Dependent variable: | |
Rainfall | |
Sine 2pi * Long Date | 0.814 (3.401) |
Cosine 2pi * Long Date | -107.752*** (3.409) |
Sine 4pi * Long Date | 18.504*** (3.404) |
Cosine 4pi * Long Date | -5.003 (3.406) |
Year | -0.062 (0.152) |
Constant | 234.244 (301.515) |
Observations | 658 |
R2 | 0.612 |
Adjusted R2 | 0.609 |
Residual Std. Error | 61.759 (df = 652) |
F Statistic | 205.947*** (df = 5; 652) |
Note: | p<0.1; p<0.05; p<0.01 |
We wanted to see if temperature had an effect on rainfall. To do this, we expanded on the previous model, by adding in a term for minimum temperature and a term for maximum temperature. The results show that only the maximum temperature was significant and overall the r-squared improved minimally from the previous model. We ended up just keeping the sin and cosines terms with 2 and 4 pi. We tried adding terms all the way up to 12 pi, but while some were minimally significant they only added .001 to the adjusted R-squared. For simplicities sake, we left them out.
Dependent variable: | |
Rainfall | |
Sine 2pi * Long Date | 22.370*** (5.664) |
Cosine 2pi * Long Date | -54.782*** (9.245) |
Sine 4pi * Long Date | 16.817*** (3.385) |
Cosine 4pi * Long Date | -15.139*** (3.801) |
Maximum Temperature | 10.737 (6.762) |
Minimum Temperature | -22.620*** (3.803) |
Long Date | 0.298 (0.240) |
Constant | 0.676 (390.469) |
Observations | 645 |
R2 | 0.633 |
Adjusted R2 | 0.629 |
Residual Std. Error | 60.364 (df = 637) |
F Statistic | 156.985*** (df = 7; 637) |
Note: | p<0.1; p<0.05; p<0.01 |
Since we are modeling the rainfall using minimum and maximum temperatures, we wanted to build a 3D model. Using a package called plotly, we were able to easily build a model and add a gradient of color to represent the year.
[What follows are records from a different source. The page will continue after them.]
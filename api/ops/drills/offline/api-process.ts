import fs from 'node:fs';

/** The API's process of the house in this data folder. */
function apiProcess(dataFolder: string): number | undefined {
  const processes = fs.readdirSync('/proc').filter((name) => /^\d+$/.test(name));
  const found = processes.find((pid) => {
    const command = readQuietly(`/proc/${pid}/cmdline`);
    const [program = ''] = command.split('\0');
    return (
      program.endsWith('node') &&
      command.includes('api/dist/main.js') &&
      readQuietly(`/proc/${pid}/environ`).includes(`ELLWAND_DATA=${dataFolder}\0`)
    );
  });
  return found === undefined ? undefined : Number(found);
}

function readQuietly(path: string): string {
  try {
    return fs.readFileSync(path, 'utf8');
  } catch {
    return '';
  }
}

/** Ends the API as a power cut would: at once, whatever it is doing. The house starts another. */
export function killApi(dataFolder: string): Promise<void> {
  const pid = apiProcess(dataFolder);
  if (pid !== undefined) process.kill(pid, 'SIGKILL');
  return Promise.resolve();
}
The lighter the color, the earlier the time. The model is interactive, so feel free to rotate and zoom in on the points. In terms of time, there does NOT appear to be a relationship with rainfall. The colors on the rainfall axis are evenly distributed. However, there does seem to be relationships between temperature and rainfall. When rainfall is high, the temperatures are low. We also see a relationship between color(year) and temperature. When the color is lighter (earlier years), the temperatures seem to be lower. This is consistent to what was found in the previous report, as it shows and increase in temperature over time.ent to what was found in the previous report, as it shows and increase in temperature over time.
All of our models are very similar in their ability to predict rainfall. For each of our models, our adjusted R-squares were around .63 with little variation. Since they were all so close, choosing a model was a little difficult. We chose to go with the model using sines, cosines and temperatures. This model was in the middle in terms of simplicity and R-squared value. From looking at all the models, there does not appear to be a significant change in rainfall over time, however there does seem to be a periodicity within the year. It would be helpful to know more information on the outliers we removed, like why there was a value of 100 millimeters of rain in December, when that appears to be the dry season. Is that value a human error, or just a unnatural month of rain? It would also be nice to know how the data was collected and if it was collected consistently.